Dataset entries
_ _ _ _
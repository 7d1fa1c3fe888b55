package archive

import (
	"bytes"
	"errors"
	"fmt"
	"io"
	"io/fs"
	"os"
	"path/filepath"
	"strings"
)

// Added is the outcome of one file of an add.
type Added struct {
	File    string
	Verdict Verdict
	Path    string // the stored file, relative to the archive
	// Already: the root was archived, with its file in place, before this
	// add; nothing changed for it.
	Already bool
	// SameAs names an earlier file of this add with the same root.
	SameAs string
}

// Refused is a file an add refused, and why: the error wraps ErrInvalid or
// ErrMalformed, or is a *SieveMissingError.
type Refused struct {
	File string
	Err  error
}

// RefusedError is returned by an add that refused at least one file. It
// stored nothing, not even the files that passed.
type RefusedError struct {
	Refused []Refused
	Passed  []Added // the files that passed their check
}

func (e *RefusedError) Error() string {
	var parts []string
	for _, r := range e.Refused {
		parts = append(parts, fmt.Sprintf("%s: %v", r.File, r.Err))
	}
	return "refused " + strings.Join(parts, "; ")
}

// staged is one file of an add: copied under tmp/, then checked.
type staged struct {
	file    string
	tmp     string
	size    int64
	verdict *Verdict
	err     error
}

// Add checks each file and stores it under its root, all or nothing: if
// any file is refused, none is stored. A range finds its sieve among the
// files of the same add or in the archive. What is checked is the copy
// the archive keeps, so a file changed during the add cannot slip in.
func (s *Store) Add(files []string) ([]Added, error) {
	if s.o.Check == nil {
		return nil, errors.New("archive: Add needs Options.Check")
	}
	if err := s.indexReady(); err != nil {
		return nil, err
	}
	items := make([]*staged, len(files))
	defer func() {
		for _, it := range items {
			if it != nil && it.tmp != "" {
				os.Remove(it.tmp)
			}
		}
	}()
	for i, f := range files {
		items[i] = s.stage(f)
	}
	s.pause("staged")

	// A range whose sieve is among the files may come before it: check
	// what can be checked, and retry the rest while that makes progress.
	todo := items
	for len(todo) > 0 {
		var later []*staged
		for _, it := range todo {
			if it.err != nil {
				continue
			}
			v, err := s.checkStaged(it, items)
			var missing *SieveMissingError
			switch {
			case errors.As(err, &missing):
				later = append(later, it)
				it.err = err
			case err != nil:
				it.err = err
			default:
				if err := v.sane(); err != nil {
					it.err = fmt.Errorf("%w: %v", ErrMalformed, err)
				} else {
					it.verdict, it.err = &v, nil
				}
			}
		}
		if len(later) == len(todo) {
			break
		}
		for _, it := range later {
			it.err = nil
		}
		todo = later
	}

	var out []Added
	var refused []Refused
	first := map[string]string{}
	for _, it := range items {
		if it.err != nil {
			refused = append(refused, Refused{File: it.file, Err: it.err})
			continue
		}
		a := Added{File: it.file, Verdict: *it.verdict, Path: relPath(it.verdict.Root)}
		if f, ok := first[a.Verdict.Root]; ok {
			a.SameAs = f
		} else {
			first[a.Verdict.Root] = it.file
		}
		out = append(out, a)
	}
	if len(refused) > 0 {
		return nil, &RefusedError{Refused: refused, Passed: out}
	}
	s.pause("checked")
	if err := s.store(items, out); err != nil {
		return nil, err
	}
	return out, nil
}

// stage copies a file under tmp/ and syncs it.
func (s *Store) stage(file string) *staged {
	it := &staged{file: file}
	src, err := os.Open(file)
	if err != nil {
		it.err = fmt.Errorf("%w: cannot read: %v", ErrMalformed, err)
		return it
	}
	defer src.Close()
	if fi, err := src.Stat(); err == nil && !fi.Mode().IsRegular() {
		it.err = fmt.Errorf("%w: not a regular file", ErrMalformed)
		return it
	}
	dst, err := os.CreateTemp(filepath.Join(s.dir, tmpDir), "add-*.dcert")
	if err != nil {
		it.err = err
		return it
	}
	it.tmp = dst.Name()
	it.size, err = io.Copy(dst, src)
	if err == nil {
		err = dst.Sync()
	}
	if cerr := dst.Close(); err == nil {
		err = cerr
	}
	if err != nil {
		it.err = fmt.Errorf("copying into the archive: %w", err)
	}
	return it
}

func (s *Store) checkStaged(it *staged, batch []*staged) (Verdict, error) {
	f, err := os.Open(it.tmp)
	if err != nil {
		return Verdict{}, err
	}
	defer f.Close()
	return s.o.Check(Subject{Name: it.file, R: f, Size: it.size, Sieve: func(root string) (string, error) {
		for _, b := range batch {
			if b.verdict != nil && b.verdict.Root == root {
				return b.tmp, nil
			}
		}
		return s.storedFile(root)
	}})
}

// storedFile finds a stored certificate by its root.
func (s *Store) storedFile(root string) (string, error) {
	if IsRoot(root) && s.db != nil {
		e, err := s.entry(root)
		if err != nil {
			return "", err
		}
		if e != nil {
			p := s.objectPath(root)
			if _, err := os.Stat(p); err == nil {
				return p, nil
			}
		}
	}
	return "", &SieveMissingError{Root: root}
}

// sameBytes reports whether two files hold the same bytes.
func sameBytes(a, b string) bool {
	fa, err := os.Open(a)
	if err != nil {
		return false
	}
	defer fa.Close()
	fb, err := os.Open(b)
	if err != nil {
		return false
	}
	defer fb.Close()
	ba, bb := make([]byte, 1<<16), make([]byte, 1<<16)
	for {
		na, ea := io.ReadFull(fa, ba)
		nb, eb := io.ReadFull(fb, bb)
		if na != nb || !bytes.Equal(ba[:na], bb[:nb]) {
			return false
		}
		endA := ea == io.EOF || ea == io.ErrUnexpectedEOF
		endB := eb == io.EOF || eb == io.ErrUnexpectedEOF
		if endA || endB {
			return endA && endB
		}
		if ea != nil || eb != nil {
			return false
		}
	}
}

// store files the checked copies: entries recorded as pending, files
// renamed into place, entries marked stored. A kill between any two steps
// is settled by the next Open (see recover).
func (s *Store) store(items []*staged, out []Added) error {
	var fresh []*staged
	var entries []Entry
	for i, it := range items {
		a := &out[i]
		if a.SameAs != "" {
			continue
		}
		e, err := s.entry(a.Verdict.Root)
		if err != nil {
			return err
		}
		if e != nil && sameBytes(s.objectPath(e.Root), it.tmp) {
			a.Already = true
			continue
		}
		// Not archived, or its file is gone or damaged: the checked copy
		// takes its place.
		t := now()
		entries = append(entries, Entry{Verdict: *it.verdict, Path: a.Path, Size: it.size, Added: t, Checked: t, CheckMode: "full"})
		fresh = append(fresh, it)
	}
	if len(fresh) == 0 {
		return nil
	}
	tx, err := s.db.Begin()
	if err != nil {
		return s.damaged(err)
	}
	for _, e := range entries {
		if err := insert(tx, e, "pending"); err != nil {
			tx.Rollback()
			return err
		}
	}
	if err := tx.Commit(); err != nil {
		return s.damaged(err)
	}
	s.pause("pending")

	objects := filepath.Join(s.dir, objectsDir)
	for i, it := range fresh {
		root := it.verdict.Root
		sub := filepath.Join(objects, root[:2])
		if _, err := os.Stat(sub); errors.Is(err, fs.ErrNotExist) {
			if err := os.Mkdir(sub, 0o755); err != nil {
				return err
			}
			if err := syncDir(objects); err != nil {
				return err
			}
		}
		if err := os.Chmod(it.tmp, 0o444); err != nil {
			return err
		}
		if err := os.Rename(it.tmp, s.objectPath(root)); err != nil {
			return err
		}
		it.tmp = ""
		if err := syncDir(sub); err != nil {
			return err
		}
		if i == 0 {
			s.pause("renamed")
		}
	}

	tx, err = s.db.Begin()
	if err != nil {
		return s.damaged(err)
	}
	defer tx.Rollback()
	for _, e := range entries {
		if _, err := tx.Exec(`UPDATE certificates SET state = 'stored' WHERE root = ?`, e.Root); err != nil {
			return s.damaged(err)
		}
	}
	s.pause("marking")
	return s.damaged(tx.Commit())
}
_ _ _ _
TASK DESCRIPTION: Report how many lines in the records above contain the word "among", giving only the number.

SOLUTION TO THE EXERCISE: 2